Alex Parsons

Personal information
- Full name: Alexander Antony Parsons
- Date of birth: 7 September 1992 (age 33)
- Place of birth: Worthing, England
- Position(s): Midfielder

Team information
- Current team: Worthing

Youth career
- 2009–2011: Bournemouth

Senior career*
- Years: Team / Apps / (Gls)
- 2011–2012: Bournemouth / 5 / (0)
- 2011: → Wimborne Town (loan)
- 2012: → Bashley (loan) / 2 / (0)
- 2013–2014: Whitehawk / 14 / (0)
- 2014: Worthing / 8
- 2014–2017: Bognor Regis Town
- 2017–: Worthing / 104

= Alex Parsons (footballer, born 1992) =

English footballer

Alexander Antony Parsons (born 7 September 1992) is an English footballer who plays as a midfielder for Worthing.

Parsons was born in Worthing, West Sussex. He joined AFC Bournemouth on a two-year scholarship in the summer of 2009, and signed his first professional contract at the end of his scholarship.
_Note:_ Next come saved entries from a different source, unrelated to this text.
"""Paired comparisons and the 2×2 crossover on the log scale, vectorised over comparisons.

**Paired levels** (``--pair-by UNIT``): the same units (wells, patients, plots) measured at
several levels of a grouping (before/after, time points, years). For levels a and b the
comparison uses the within-unit log ratios d_i = ln y_i − ln x_i (y at b, x at a) over the
units that have a usable value at both levels:

- paired t on the logs: mean d, SE = s_d / √n, df = n − 1, two-sided p; ratio =
  exp(mean d) = GM(b)/GM(a) over the paired units, CI = exp(mean d ± t·SE) (NIST/SEMATECH
  e-Handbook of Statistical Methods, sec. 7.3.1 (paired observations);
  ``scipy.stats.ttest_rel`` on the logs gives the same t and p);
- within-unit CV = √(exp(s²) − 1) with s² = s_d² / 2, the log-scale variance of one
  measurement when both levels have the same within-unit spread;
- precision: the smallest ratio detectable with 80% power at the observed n pairs and s_d,
  and the n pairs needed for a target ratio (noncentral t with df n − 1, both rejection
  tails; the one-sample form of ``precision``'s definition and conventions).

Units left out of a comparison are counted: present at one level only (``n_only_a``,
``n_only_b``; a row without a unit is a unit of its own, never paired), or not paired because
the value policy left out every entry it had at a or at b (``n_left_out``). Several values of one unit at
one level are combined by their geometric mean (``duplicates="mean-log"``; the paired units
whose value at a or b was so combined are counted in ``n_combined``) or refused
(``"refuse"``: :class:`~foldsift.stats.errors.InputError` naming the unit).

API (every comparison of every grouping and outcome at once; one polars pass per grouping):
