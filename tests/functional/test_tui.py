"""The terminal browser driven by Textual's Pilot: filter, move, sort, mark, export, inspect.

Every expected value comes from the archive's own query API on the same archive (the table
must show what ``Archive.page``/``count`` return), never from numbers typed into the test.
"""

from __future__ import annotations

import asyncio
import csv
import functools
import time
from collections.abc import Callable, Coroutine
from pathlib import Path
from typing import Any

import pytest
from textual.pilot import Pilot
from textual.widgets import Input, Label, Static
from tui_archive import build_archive

from speccat.archive import Archive, Filters
from speccat.tui.app import SpeccatBrowser, make_app
from speccat.tui.detail_screen import DetailScreen
from speccat.tui.widgets.modals import ConfirmOverwrite, ExportPrompt, KeyHelp
from speccat.tui.widgets.plot import SpectrumPlot
from speccat.tui.widgets.table import DetectionTable

SIZE = (110, 32)


@pytest.fixture(scope="module")
def archive_path(tmp_path_factory: pytest.TempPathFactory) -> Path:
    return build_archive(tmp_path_factory.mktemp("tui") / "night.sqlite")


@pytest.fixture
def archive(archive_path: Path) -> Any:
    a = Archive.open(str(archive_path), readonly=True)
    yield a
    a.close()


def sync(fn: Callable[..., Coroutine[Any, Any, None]]) -> Callable[..., None]:
    """Run an async test body in its own event loop (no async pytest plugin needed)."""

    @functools.wraps(fn)
    def wrapper(*args: Any, **kwargs: Any) -> None:
        asyncio.run(fn(*args, **kwargs))

    return wrapper


async def until(pilot: Pilot[Any], cond: Callable[[], bool], timeout: float = 60.0) -> None:
    """Let the app run until ``cond()`` holds (workers are threads, so poll)."""
    end = time.monotonic() + timeout
    while not cond():
        if time.monotonic() > end:
            raise AssertionError("the app did not reach the expected state in time")
        await pilot.pause(0.05)


def table_of(app: SpeccatBrowser) -> DetectionTable:
    return app.screen_stack[1].query_one(DetectionTable)


def loaded(app: SpeccatBrowser) -> Callable[[], bool]:
    def check() -> bool:
        if len(app.screen_stack) < 2:
            return False
        table = table_of(app)
        return not table._loading and (table.total == 0 or table.row(table.cursor_row) is not None)

    return check


def status_text(app: SpeccatBrowser) -> str:
    return str(app.screen_stack[1].query_one("#status", Label).render())


async def type_filter(pilot: Pilot[Any], app: SpeccatBrowser, key: str, text: str) -> None:
    field = app.screen.query_one(f"#filter-{key}", Input)
    field.focus()
    await pilot.pause()
    await pilot.press(*list(text))


@sync
async def test_first_screen_lists_matches_in_archive_order(archive: Any) -> None:
    app = make_app(archive)
    async with app.run_test(size=SIZE) as pilot:
        await until(pilot, loaded(app))
        table = table_of(app)
        expected = archive.page(Filters(), sort="snr", descending=True, offset=0, limit=5)
        assert table.total == archive.count(Filters())
        assert [table.row(i)["detection_id"] for i in range(5)] == [
            r["detection_id"] for r in expected
        ]
        await until(pilot, lambda: f"row 1 of {table.total}" in status_text(app))
        count = app.screen.query_one("#match-count", Label)
        await until(pilot, lambda: f"{table.total} detections match" in str(count.render()))
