/// `response` ranks its verdicts: the crossings shown are those whose
/// ripple lies within `--floor` of the highest (levels L = 20·log10(p),
/// the definition of a level in dB), highest first, at most `--top`; the
/// near misses closest first; the JSON keeps every verdict.
#[test]
fn response_shows_the_highest_crossings_and_the_closest_near_misses() {
    let dir = scratch("response-ranked");
    let j = path(&dir, "r.json");
    let text = ok(&[
        "response",
        "networks/crane_pressure_line.yaml",
        "--speed-range",
        "600..3000",
        "--points",
        "2000",
        "--top",
        "4",
        "--floor",
        "12dB",
        "--json",
        &j,
    ]);
    let r = json(&j, "response");
    let resonances = r["resonances"].as_array().unwrap();
    let mut crossed: Vec<((usize, usize), f64)> = Vec::new();
    let mut near: Vec<((usize, usize), f64)> = Vec::new();
    for (ri, v) in resonances.iter().enumerate() {
        for (hi, h) in v["harmonics"].as_array().unwrap().iter().enumerate() {
            if h["coverage"]["kind"] == "crossed" {
                crossed.push(((ri, hi), 20.0 * num(&h["ripple_pa"]).log10()));
            } else {
                assert_eq!(h["coverage"]["kind"], "near");
                near.push(((ri, hi), num(&h["coverage"]["gap"])));
            }
        }
    }
    let highest = crossed.iter().map(|c| c.1).fold(f64::MIN, f64::max);
    let mut expected: Vec<((usize, usize), f64)> = crossed
        .iter()
        .copied()
        .filter(|c| highest - c.1 <= 12.0)
        .collect();
    expected.sort_by(|a, b| b.1.total_cmp(&a.1));
    expected.truncate(4);
    let refs = |key: &str| -> Vec<(usize, usize)> {
        r[key]
            .as_array()
            .unwrap()
            .iter()
            .map(|x| {
                (
                    x["resonance"].as_u64().unwrap() as usize,
                    x["harmonic"].as_u64().unwrap() as usize,
                )
            })
            .collect()
    };
    assert_eq!(
        refs("shown_crossings"),
        expected.iter().map(|x| x.0).collect::<Vec<_>>()
    );
    assert_eq!(expected.len(), 4, "{text}");
    near.sort_by(|a, b| a.1.total_cmp(&b.1));
    near.truncate(4);
    assert_eq!(
        refs("shown_near"),
        near.iter().map(|x| x.0).collect::<Vec<_>>()
    );
    assert!(
        text.contains(&format!(
            "crossings, highest ripple first (4 of {}: within 12 dB of the highest, at most --top 4):",
            crossed.len()
        )),
        "{text}"
    );
    assert_eq!(text.matches("CROSSED by harmonic").count(), 4, "{text}");
    std::fs::remove_dir_all(dir).unwrap();
}

/// `silencer --json`: per harmonic, IL = 20·log10|P_without/P_with| (its
/// definition, README "silencer") holds between the reported amplitudes,
/// the harmonic CSV carries the same numbers, and the caution is in the
/// result whenever a damper is reported.
#[test]
fn silencer_json_agrees_with_the_harmonic_csv_and_the_definition_of_il() {
    let dir = scratch("silencer-json");
    let (j, c) = (path(&dir, "s.json"), path(&dir, "h.csv"));
    ok(&[
        "silencer",
        "networks/drill_rig_feed_damper.yaml",
        "--element",
        "damper",
        "--tap",
        "head block",
        "--points",
        "50",
        "--json",
        &j,
        "--harmonic-csv",
        &c,
    ]);
    let r = json(&j, "silencer");
    let rows = csv_rows(&c);
    let harmonics = r["harmonics"].as_array().unwrap();
    assert_eq!(rows.len(), harmonics.len());
    for (h, row) in harmonics.iter().zip(&rows) {
        let (without, with) = (num(&h["without_pa"]), num(&h["with_pa"]));
        same(row[4].parse().unwrap(), without);
        same(row[5].parse().unwrap(), with);
        if with > 0.0 {
            let il = num(&h["insertion_loss_db"]);
            assert!((il - 20.0 * (without / with).log10()).abs() < 1e-9, "{h}");
        }
    }
    assert_eq!(r["freqs_hz"].as_array().unwrap().len(), 50);
    assert!(
        r["cautions"][0]
            .as_str()
            .unwrap()
            .contains("pressure vessel")
    );
    std::fs::remove_dir_all(dir).unwrap();
}

/// `tune --csv/--json/--plot` (the outputs every analysis has): the
/// `worst` objective is the largest overall rms over the speed range (its
/// definition, README "tune"), so at least the largest at the grid speeds;
/// the CSV holds the same per-speed values,
/// bounds print in one unit per parameter, and gas pressures are echoed
/// in bar gauge as the option gave them. `--speeds` stays an alias of
/// `--speed-points`.
#[test]
fn tune_writes_csv_json_and_plot_with_one_unit_per_parameter() {
    let dir = scratch("tune-out");
    let (c, j, svg) = (
        path(&dir, "t.csv"),
        path(&dir, "t.json"),
        path(&dir, "t.svg"),
    );
    let args = |points: &str| {
        vec![
            "tune".to_string(),
            "networks/drill_rig_feed_damper.yaml".into(),
            "--element".into(),
            "damper".into(),
            "--vary".into(),
            "neck_length=30mm..300mm".into(),
            "--vary".into(),
            "precharge=100 bar gauge..150 bar gauge".into(),
            "--tap".into(),
            "head block".into(),
            "--samples".into(),
            "12".into(),
            points.into(),
            "5".into(),
        ]
    };
    let mut a = args("--speed-points");
    a.extend(["--csv", &c, "--json", &j, "--plot", &svg].map(String::from));
    let a: Vec<&str> = a.iter().map(String::as_str).collect();
    let text = ok(&a);
    let b = args("--speeds");
    let b: Vec<&str> = b.iter().map(String::as_str).collect();
    assert_eq!(ok(&b), text);
    assert!(std::fs::read_to_string(&svg).unwrap().contains("<svg"));
    let r = json(&j, "tune");
    let tuned = &r["tuned"];
    let per: Vec<f64> = tuned["per_condition_pa"]
        .as_array()
        .unwrap()
        .iter()
        .map(num)
        .collect();
    assert_eq!(per.len(), 5);
    // the worst over the range is refined between the grid speeds, so it is
    // at least the largest grid value, and the result says where it is
    let grid_worst = per.iter().copied().fold(0.0, f64::max);
    let objective = num(&tuned["objective_pa"]);
    assert!(
        objective >= grid_worst * (1.0 - 1e-12),
        "{objective} {grid_worst}"
    );
    same(num(&r["worst"]["rms_pa"]), objective);
    let speed = num(&r["worst"]["speed_rev_s"]) * 60.0;
    assert!((800.0..=2400.0).contains(&speed), "{speed}");
    let rows = csv_rows(&c);
    assert_eq!(rows.len(), 5);
    for (row, p) in rows.iter().zip(&per) {
        assert_eq!(row[1], "");
        same(row[4].parse().unwrap(), *p);
    }
    // 800 rpm is the low end of the range, 2400 rpm the high end
    assert_eq!(rows[0][0].parse::<f64>().unwrap(), 800.0);
    assert!((rows[4][0].parse::<f64>().unwrap() - 2400.0).abs() < 1e-9);
    assert!(text.contains("  neck_length  mm  "), "{text}");
    assert!(text.contains("30.00  300.0"), "{text}");
    assert!(
        text.contains("  precharge    bar gauge        120.0"),
        "{text}"
    );
    assert!(
        text.contains("precharge: ") && text.contains(" bar gauge"),
        "{text}"
    );
    assert!(!text.contains("bar abs\n"), "{text}");
    std::fs::remove_dir_all(dir).unwrap();
}

/// `sweep --json`: the overall rms at each grid speed is √(Σ|P_k|²/2) of
/// the CSV's amplitudes at that speed (methods.md §7.4; both pumps of the
/// engine example are on the swept shaft, so nothing else adds), the
/// worst speed per point is at least the grid maximum, and the crossings
/// are those of the text. `--point`, `--step` and `--shaft` stay aliases.
#[test]
fn sweep_json_agrees_with_the_grid_csv() {
    let dir = scratch("sweep-json");
    let (j, c) = (path(&dir, "s.json"), path(&dir, "s.csv"));
    let example = "networks/loader_engine_pumps.yaml";
    let text = ok(&[
        "sweep",
        example,
        "--speed-step",
        "80",
        "--harmonics",
        "3",
        "--json",
        &j,
        "--csv",
        &c,
    ]);
    let old = ok(&[
        "sweep",
        example,
        "--step",
        "80",
        "--harmonics",
        "3",
        "--shaft",
        "engine",
    ]);
    assert_eq!(old, text);
    let r = json(&j, "sweep");
    let rows = csv_rows(&c);
    let speeds = r["speeds_rev_s"].as_array().unwrap();
    let points = r["points"].as_array().unwrap();
    assert_eq!(speeds.len(), 21);
    for (pi, point) in points.iter().enumerate() {
        let levels = r["overall_rms_pa"][pi].as_array().unwrap();
        for (si, s) in speeds.iter().enumerate() {
            let rpm = num(s) * 60.0;
            let ms: f64 = rows
                .iter()
                .filter(|row| {
                    row[1] == point.as_str().unwrap()
                        && (row[0].parse::<f64>().unwrap() - rpm).abs() < 1e-6
                })
                .map(|row| row[4].parse::<f64>().unwrap().powi(2) / 2.0)
                .sum();
            let rms = num(&levels[si]);
            assert!(
                (rms - ms.sqrt()).abs() <= 1e-9 * rms.max(1.0),
                "{rms} {}",
                ms.sqrt()
            );
        }
        let grid_max = levels.iter().map(num).fold(0.0, f64::max);
        let worst = num(&r["worst"][pi]["rms_pa"]);
        assert!(worst >= grid_max * (1.0 - 1e-12), "{worst} {grid_max}");
    }
    let crossings = r["crossings"].as_array().unwrap();
    // the report shows the crossings within 20 dB of their point's worst
    // overall rms level (a harmonic's level is that of its rms |P|/√2;
    // L = 20·log10(p/p_ref)), highest first, at most 10
    let worst_db = |point: &serde_json::Value| {
        let i = r["points"]
            .as_array()
            .unwrap()
            .iter()
            .position(|p| p == point)
            .unwrap();
        20.0 * num(&r["worst"][i]["rms_pa"]).log10()
    };
    let mut expected: Vec<(usize, f64)> = crossings
        .iter()
        .enumerate()
        .map(|(i, c)| (i, 20.0 * (num(&c["amplitude_pa"]) / 2f64.sqrt()).log10()))
        .filter(|(i, l)| worst_db(&crossings[*i]["point"]) - l <= 20.0)
        .collect();
    expected.sort_by(|a, b| b.1.total_cmp(&a.1));
    let expected: Vec<usize> = expected.iter().take(10).map(|x| x.0).collect();
    let shown: Vec<usize> = r["shown_crossings"]
        .as_array()
        .unwrap()
        .iter()
        .map(|i| i.as_u64().unwrap() as usize)
        .collect();
    assert_eq!(shown, expected);
    assert!(!shown.is_empty());
    assert!(
        text.contains(&format!(
            "resonance crossings, highest first ({} of {}:",
            shown.len(),
            crossings.len()
        )),
        "{text}"
    );
    assert_eq!(r["order_basis"], "shaft_fundamental");
    assert!(text.contains("  speed rpm  order  frequency Hz"), "{text}");
    std::fs::remove_dir_all(dir).unwrap();
}
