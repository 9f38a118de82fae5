//! Flow-through silencers: the in-line pulsation damper, and the inlet and
//! outlet geometry of an in-line expansion chamber. Both are chains of
//! transfer matrices (methods.md §2.1: [Pa; Qa] = T [Pb; Qb]) built from
//! lines and shunts:
//!
//! * a line of length l: T = [[cosh Γl, Zc sinh Γl], [sinh Γl/Zc, cosh Γl]];
//! * a shunt admittance Y at a junction (pressure continuous, flow
//!   divided): T = [[1, 0], [Y, 1]] (Munjal, *Acoustics of Ducts and
//!   Mufflers*, 2014, ch. 3, for both).
//!
//! The network stamps a lossy one by its admittance matrix, found by
//! eliminating the internal junctions one after the other along the chain
//! ([`ladder_admittance`]): the result is symmetric by construction (the
//! chain is reciprocal) and needs no products of growing hyperbolic
//! functions, whose round-off would leave det T = 1 only to about
//! |T|²·ε. A lossless one is stamped by its transfer matrix (branch-flow
//! unknowns), which stays finite where the admittance has poles.

use super::silencers::tanh_gamma_l;
use super::{Behaviour, PulsationDamper, Tube};
use crate::line::{Admittance2, Line, LineProperties, Propagation, Transfer2};
use num_complex::Complex64 as C64;
use std::f64::consts::PI;

const ONE: C64 = C64 { re: 1.0, im: 0.0 };
const ZERO: C64 = C64 { re: 0.0, im: 0.0 };

/// The product of two transfer matrices, `a` then `b` along the flow.
pub fn cascade(a: &Transfer2, b: &Transfer2) -> Transfer2 {
    let mut m = [[ZERO; 2]; 2];
    for (i, row) in m.iter_mut().enumerate() {
        for (j, v) in row.iter_mut().enumerate() {
            *v = a[i][0] * b[0][j] + a[i][1] * b[1][j];
        }
    }
    m
}

/// The transfer matrix of a shunt admittance at a junction, [[1, 0], [Y, 1]].
pub fn shunt_transfer(y: C64) -> Transfer2 {
    [[ONE, ZERO], [y, ONE]]
}

/// One piece of a chain of lines with shunts at their junctions.
#[derive(Debug, Clone, Copy)]
pub enum Rung<'a> {
    /// A line of the given properties and length, with its propagation.
    Line(&'a LineProperties, f64, &'a Propagation),
    /// A shunt admittance at the junction where it stands.
    Shunt(C64),
}
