/// Scores the predictions of one design.
pub fn score(plans: &[HarmonicPlan], max_condition: f64) -> Score {
    let mut worst = (0.0f64, (0.0, 0));
    let mut over = 0;
    let mut sum = 0.0;
    for p in plans {
        let c = if p.condition_number.is_finite() {
            p.condition_number
        } else {
            1e300
        };
        if c > worst.0 {
            worst = (c, (p.speed_rev_s, p.order));
        }
        if c > max_condition {
            over += 1;
        }
        sum += c.log10();
    }
    Score {
        worst_condition: worst.0,
        worst_at: worst.1,
        cells_over: over,
        mean_log_condition: sum / plans.len().max(1) as f64,
    }
}

fn evaluate(
    bench: &Bench,
    synthesis: &Synthesis,
    options: &PlanOptions,
) -> Result<Vec<HarmonicPlan>, EstimateError> {
    let mut all = Vec::new();
    for &n in &options.speeds_rev_s {
        all.extend(conditioning(bench, synthesis, n, options.noise)?);
    }
    Ok(all)
}

/// Plans the bench: scores its own design and every design of the search
/// space over the speeds, ranks them (fewest cells above the limit, then
/// the smallest worst condition number, then the smallest mean), and
/// predicts the uncertainties of the bench's design and of the best.
///
/// # Errors
/// [`EstimateError::Bench`] without a `synthesis` section, with too many
/// designs, or when the bench's own design cannot be evaluated.
pub fn plan(
    bench: &Bench,
    options: &PlanOptions,
    observer: &mut dyn Observer,
) -> Result<Plan, EstimateError> {
    let synthesis = bench.synthesis.clone().ok_or_else(|| {
        EstimateError::Bench(
            "planning needs a `synthesis` section (the expected source flow ripple and source impedance)".into(),
        )
    })?;
    let system = options.system;
    let designs = candidates(bench, &options.space, system);
    if designs.len() > MAX_DESIGNS {
        return Err(EstimateError::Bench(format!(
            "the search holds {} designs; at most {MAX_DESIGNS} (fewer points per range)",
            designs.len()
        )));
    }
    let own = current_design(bench, system);
    let mut current_harmonics = evaluate(bench, &synthesis, options)?;
    let current = Ranked {
        score: score(&current_harmonics, options.max_condition),
        design: own,
    };
    observer.stage("searching the bench designs", designs.len() as u64);
    // The bench's own design competes too, so the best is never worse.
    let mut ranking = if feasible(bench) {
        vec![current.clone()]
    } else {
        Vec::new()
    };
    let mut infeasible = 0;
    for d in designs {
        let b = apply(bench, &d, system);
        if !feasible(&b) {
            infeasible += 1;
        } else if let Ok(h) = evaluate(&b, &synthesis, options) {
            ranking.push(Ranked {
                score: score(&h, options.max_condition),
                design: d,
            });
        } else {
            infeasible += 1;
        }
        observer.advance(1);
    }
    observer.finish();
    ranking.sort_by(|a, b| {
        a.score
            .cells_over
            .cmp(&b.score.cells_over)
            .then(a.score.worst_condition.total_cmp(&b.score.worst_condition))
            .then(
                a.score
                    .mean_log_condition
                    .total_cmp(&b.score.mean_log_condition),
            )
    });
    let best = ranking
        .first()
        .map_or(current.design.clone(), |r| r.design.clone());
    let best_bench = apply(bench, &best, system);
    let mut best_harmonics = evaluate(&best_bench, &synthesis, options)?;
    if options.draws > 0 {
        observer.stage(
            "predicting the uncertainties (Monte Carlo)",
            2 * options.speeds_rev_s.len() as u64,
        );
        for (i, &n) in options.speeds_rev_s.iter().enumerate() {
            let seed = options.seed.wrapping_add(i as u64);
            uncertainties(
                bench,
                &synthesis,
                n,
                options.noise,
                options.draws,
                seed,
                &mut current_harmonics,
            )?;
            observer.advance(1);
            uncertainties(
                &best_bench,
                &synthesis,
                n,
                options.noise,
                options.draws,
                seed,
                &mut best_harmonics,
            )?;
            observer.advance(1);
        }
        observer.finish();
    }
    Ok(Plan {
        current,
        current_harmonics,
        ranking,
        infeasible,
        best_harmonics,
        system,
    })
}

#[cfg(test)]
mod tests {
    use super::*;

    #[test]
    fn positions_grow_by_the_ratio() {
        let p = positions(0.25, 4, 0.1, 2.0);
        let want = [0.25, 0.35, 0.55, 0.95];
        for (a, b) in p.iter().zip(want) {
            assert!((a - b).abs() < 1e-12, "{p:?}");
        }
        let g = log_grid((1.0, 100.0), 3);
        assert!((g[1] - 10.0).abs() < 1e-12 && (g[2] - 100.0).abs() < 1e-9);
    }

    #[test]
    fn one_tone_frequency_variance_is_the_cramer_rao_bound() {
        // Kay 1993 vol. 1 example 3.14 (real tone, unknown frequency):
        // var ω̂ = 24σ²/(A²N(N²−1)) in rad/sample; in Hz with ω = 2πf/fs
        // that is 24σ²fs²/(4π²A²N(N²−1)) → 24σ²/(4π²A²N·T²) for large N.
        let (a, s2, n, fs) = (2.0f64, 0.3f64, 4000.0f64, 2000.0f64);
        let line = ToneLine {
            order: 1,
            freq_hz: 50.0,
            pressures: vec![C64::new(a, 0.0)],
        };
        let v = fundamental_variance(&[&line], &[s2], n, n / fs);
        let bound = 24.0 * s2 * fs * fs / (4.0 * PI * PI * a * a * n * (n * n - 1.0));
        assert!((v / bound - 1.0).abs() < 1e-6, "{v} vs {bound}");
    }
}
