//! The linearised turbulent-friction correction for a line with turbulent
//! mean flow (methods.md §2.5).
//!
//! The laminar model underestimates the damping of a line whose mean flow is
//! turbulent (Reynolds number Re = ūD/ν above about 2300). The linearised
//! friction of the impedance method (Wylie & Streeter, *Fluid Transients in
//! Systems*, 1993; Chaudhry, *Applied Hydraulic Transients*, 2014) adds the
//! excess *incremental* steady resistance to the laminar series impedance:
//!
//! ```text
//! Z'(ω) = Z'_laminar(ω) + ΔR',     ΔR' = R'_t − R'_lam
//! R'_t  = d(Δp/L)/dQ at Q̄ = (2 + d ln f_D/d ln Re) (Δp/L)/Q̄
//! Δp/L  = f_D ρ ū²/(2D),  Blasius (1913) smooth pipe: f_D = 0.3164 Re^{−1/4}  ⇒  R'_t = 1.75 (Δp/L)/Q̄
//! R'_lam = 8μ/(πr⁴)  (Hagen–Poiseuille)
//! ```
//!
//! Below the transition the correction is zero. Blasius holds for
//! 4e3 ≲ Re ≲ 1e5; between 2300 and 4000 (transition) it is used as well, as
//! an estimate. A frequency-independent ΔR' overstates the damping at high
//! frequency, where the oscillating boundary layer is thinner than the
//! turbulent core (Vardy & Brown 2003); mean-flow convection (Mach ≈ 0.01) is
//! neglected.

/// Reynolds number above which the mean flow is taken as turbulent.
pub const TRANSITION_REYNOLDS: f64 = 2300.0;

/// Upper end of the Blasius friction law's range.
pub const BLASIUS_MAX_REYNOLDS: f64 = 1e5;

/// Reynolds number of a mean flow Q in a bore of radius r: Re = ūD/ν = 2|Q|/(πrν).
pub fn reynolds_number(flow_m3_s: f64, radius_m: f64, kinematic_viscosity_m2_s: f64) -> f64 {
    2.0 * flow_m3_s.abs() / (std::f64::consts::PI * radius_m * kinematic_viscosity_m2_s)
}

/// Blasius's smooth-pipe Darcy friction factor f_D = 0.3164 Re^{−1/4}.
pub fn blasius_friction_factor(reynolds: f64) -> f64 {
    0.3164 * reynolds.powf(-0.25)
}

/// The excess resistance per unit length ΔR' = R'_t − R'_lam (Pa·s/m⁴) that
/// a turbulent mean flow adds to the laminar model; zero at or below
/// [`TRANSITION_REYNOLDS`].
pub fn excess_resistance_per_m(
    flow_m3_s: f64,
    radius_m: f64,
    density_kg_m3: f64,
    kinematic_viscosity_m2_s: f64,
) -> f64 {
    let re = reynolds_number(flow_m3_s, radius_m, kinematic_viscosity_m2_s);
    if re.is_nan() || re <= TRANSITION_REYNOLDS {
        return 0.0;
    }
    let q = flow_m3_s.abs();
    let area = std::f64::consts::PI * radius_m * radius_m;
    let u = q / area;
    let gradient = blasius_friction_factor(re) * density_kg_m3 * u * u / (4.0 * radius_m);
    let turbulent = 1.75 * gradient / q;
    let laminar =
        8.0 * density_kg_m3 * kinematic_viscosity_m2_s / (std::f64::consts::PI * radius_m.powi(4));
    (turbulent - laminar).max(0.0)
}

#[cfg(test)]
mod tests {
    use super::*;

    // methods.md §2.5 worked example, recomputed with mpmath
    // (tests/oracles/fluid_refs.py [6]): D = 10 mm, Q = 60 L/min, ν = 32e-6,
    // ρ = 870 → Re = 3978.873577297383, ΔR' = 3.782059819590797e8 Pa·s/m⁴.
    #[test]
    fn worked_example() {
        let re = reynolds_number(1e-3, 5e-3, 32e-6);
        assert!((re - 3978.873577297383).abs() < 1e-9);
        let dr = excess_resistance_per_m(1e-3, 5e-3, 870.0, 32e-6);
        assert!((dr - 3.782059819590797e8).abs() < 1e-12 * dr, "{dr}");
        // the sign of the mean flow does not matter
        assert_eq!(dr, excess_resistance_per_m(-1e-3, 5e-3, 870.0, 32e-6));
    }
}
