/// The two-port admittance terms (coth Γl/Zc, csch Γl/Zc) of N lossy lines
/// at once from their Γl and Zc, as [`Line::admittance`] forms them (its
/// documentation gives the formulas); `None` for a lane whose 1 − e^{−2Γl}
/// is zero or not finite. Each lane's result depends on its own inputs only
/// (the same bits for N = 1 as beside others); written over arrays so that
/// the lanes' chains of dependent operations (an exponential, a sine and
/// cosine, then products and one division) overlap: the plan evaluates its
/// lines four at a time.
#[inline(always)]
pub fn admittance_terms<const N: usize>(gl: [C64; N], zc: [C64; N]) -> [Option<(C64, C64)>; N] {
    let em = gl.map(|v| libm::expm1(-v.re)); // e^{−x} − 1, exact near x = 0
    let sc = gl.map(|v| libm::sincos(v.im));
    let mut coth = [C64::new(0.0, 0.0); N];
    let mut csch = [C64::new(0.0, 0.0); N];
    let mut bad = [false; N];
    for l in 0..N {
        let a = 1.0 + em[l];
        let m = -em[l] * (1.0 + a); // 1 − a² without cancellation
        let a2 = a * a;
        let (s, c) = sc[l];
        let cross = 2.0 * a2 * s * c;
        let den = C64::new(m + 2.0 * a2 * s * s, cross);
        bad[l] = den == C64::new(0.0, 0.0) || !den.is_finite();
        let num = C64::new(m + 2.0 * a2 * c * c, -cross);
        let e2 = C64::new(2.0 * a * c, -2.0 * a * s);
        // 1/(Zc·den) with one division (|Zc·den|² stays far from overflow:
        // |den| ≤ 3 and Zc of any line is below 1e20 Pa·s/m³)
        let zd = zc[l] * den;
        let r = 1.0 / zd.norm_sqr();
        let scale = C64::new(zd.re * r, -zd.im * r);
        (coth[l], csch[l]) = (num * scale, e2 * scale);
    }
    std::array::from_fn(|l| (!bad[l]).then_some((coth[l], csch[l])))
}

/// A line's two-port admittance (1/Zc)[[coth Γl, −csch Γl], [−csch Γl,
/// coth Γl]] from its terms (coth Γl/Zc, csch Γl/Zc) ([`admittance_terms`]).
pub fn admittance_matrix((coth, csch): (C64, C64)) -> Admittance2 {
    [[coth, -csch], [-csch, coth]]
}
In August 2011, he and Dan Strugnell joined Southern League Division One club Wimborne Town on a three-month loan deal.

Parsons made his professional debut in Football League One for AFC Bournemouth on 2 January 2012, in a 2–0 League Two win over Wycombe Wanderers, coming on as a late substitute for Marc Pugh. Two weeks later, he joined Southern League Premier Division Bashley on a one-month loan. He was released at the end of the season by new manager Paul Groves. He trained with the Nike Football Academy after being on trial with Brighton & Hove Albion.